Rollup merge of #103106 - saethlin:from_exposed_docs, r=thomcc

Try to say that memory outside the AM is always exposed

cc ``@Gankra`` ``@thomcc``

I want to confidently tell people that they can use `from_exposed_addr` to get a pointer for doing MMIO and/or other hardware interactions done with volatile reads/writes at particular addresses outside the Rust AM. Currently, the docs indicate that would be UB.

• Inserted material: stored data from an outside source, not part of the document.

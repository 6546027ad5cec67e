import { requireFinite } from '@/lib/units/require-number';
import {
  boilingPointAtPressure,
  HIGHEST_PRESSURE_MBAR,
  LOWEST_PRESSURE_MBAR,
  type BoilingPointMethod,
} from './boiling-point-at-pressure';
import { solveIncreasing } from './solve';
import type { VapourPressureData } from './vapour-pressure-data';

export type PressureResult =
  | {
      ok: true;
      pressureMbar: number;
      /** Pressures at which the boiling point's 95 % limits meet the wanted temperature. */
      pressureLowMbar: number;
      pressureHighMbar: number;
      /** 95 % half-width of the boiling point at that pressure. */
      uncertaintyC: number;
      method: BoilingPointMethod;
      source: string;
      notes: string[];
    }
  | { ok: false; problem: string };

/**
 * The pressure at which a liquid boils at a wanted temperature: boilingPointAtPressure solved the other way, so
 * the two always agree on the method. Where the method changes with pressure the boiling point jumps by the
 * methods' disagreement; a temperature inside such a jump gets the pressure of the jump, and a note.
 *
 * @returns a problem, in words for the user, when the temperature lies outside 0.02 to 1999 mbar
 */
export function pressureForTemperature(data: VapourPressureData, temperatureC: number): PressureResult {
  requireFinite('Temperature (°C)', temperatureC);
  const logLow = Math.log10(LOWEST_PRESSURE_MBAR) + 1e-9;
  const logHigh = Math.log10(HIGHEST_PRESSURE_MBAR) - 1e-9;
  const pressureAt = (t: number): number =>
    10 **
    solveIncreasing((log) => boilingPointAtPressure(data, 10 ** log).boilingPointC - t, logLow, logHigh);
  const lowest = boilingPointAtPressure(data, 10 ** logLow).boilingPointC;
  const highest = boilingPointAtPressure(data, 10 ** logHigh).boilingPointC;
  if (temperatureC < lowest || temperatureC > highest) {
    return {
      ok: false,
      problem: `${data.name} boils at ${temperatureC.toFixed(1)} °C only outside ${LOWEST_PRESSURE_MBAR} to ${HIGHEST_PRESSURE_MBAR} mbar: choose a temperature between ${Math.ceil(lowest)} and ${Math.floor(highest)} °C.`,
    };
  }
  const pressureMbar = pressureAt(temperatureC);
  const there = boilingPointAtPressure(data, pressureMbar);
  const notes = [...there.notes];
  if (Math.abs(there.boilingPointC - temperatureC) > 0.01) {
    notes.push(
      'The method changes at this pressure: the temperature lies in the gap between the two methods.',
    );
  }
  const clamp = (t: number): number => Math.min(highest, Math.max(lowest, t));
  return {
    ok: true,
    pressureMbar,
    pressureLowMbar: pressureAt(clamp(temperatureC - there.uncertaintyC)),
    pressureHighMbar: pressureAt(clamp(temperatureC + there.uncertaintyC)),
    uncertaintyC: there.uncertaintyC,
    method: there.method,
    source: there.source,
    notes,
  };
}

With this change, now the docs indicate that this is intended to be a valid use of `from_exposed_addr`.

r? ``@RalfJung``

Author: matthiaskrgr

library/core/src/ptr/mod.rs

@@ -581,12 +581,21 @@ pub const fn invalid_mut<T>(addr: usize) -> *mut T {
 /// Convert an address back to a pointer, picking up a previously 'exposed' provenance.
 ///
 /// This is equivalent to `addr as *const T`. The provenance of the returned pointer is that of *any*
-/// pointer that was previously passed to [`expose_addr`][pointer::expose_addr] or a `ptr as usize`
-/// cast. If there is no previously 'exposed' provenance that justifies the way this pointer will be
-/// used, the program has undefined behavior. Note that there is no algorithm that decides which
-/// provenance will be used. You can think of this as "guessing" the right provenance, and the guess
-/// will be "maximally in your favor", in the sense that if there is any way to avoid undefined
-/// behavior, then that is the guess that will be taken.
+/// pointer that was previously exposed by passing it to [`expose_addr`][pointer::expose_addr],
+/// or a `ptr as usize` cast. In addition, memory which is outside the control of the Rust abstract
+/// machine (MMIO registers, for example) is always considered to be exposed, so long as this memory
+/// is disjoint from memory that will be used by the abstract machine such as the stack, heap,
+/// and statics.
+///
+/// If there is no 'exposed' provenance that justifies the way this pointer will be used,
+/// the program has undefined behavior. In particular, the aliasing rules still apply: pointers
+/// and references that have been invalidated due to aliasing accesses cannot be used any more,
+/// even if they have been exposed!
+///
+/// Note that there is no algorithm that decides which provenance will be used. You can think of this
+/// as "guessing" the right provenance, and the guess will be "maximally in your favor", in the sense
+/// that if there is any way to avoid undefined behavior (while upholding all aliasing requirements),
+/// then that is the guess that will be taken.
 ///
 /// On platforms with multiple address spaces, it is your responsibility to ensure that the
 /// address makes sense in the address space that this pointer will be used with.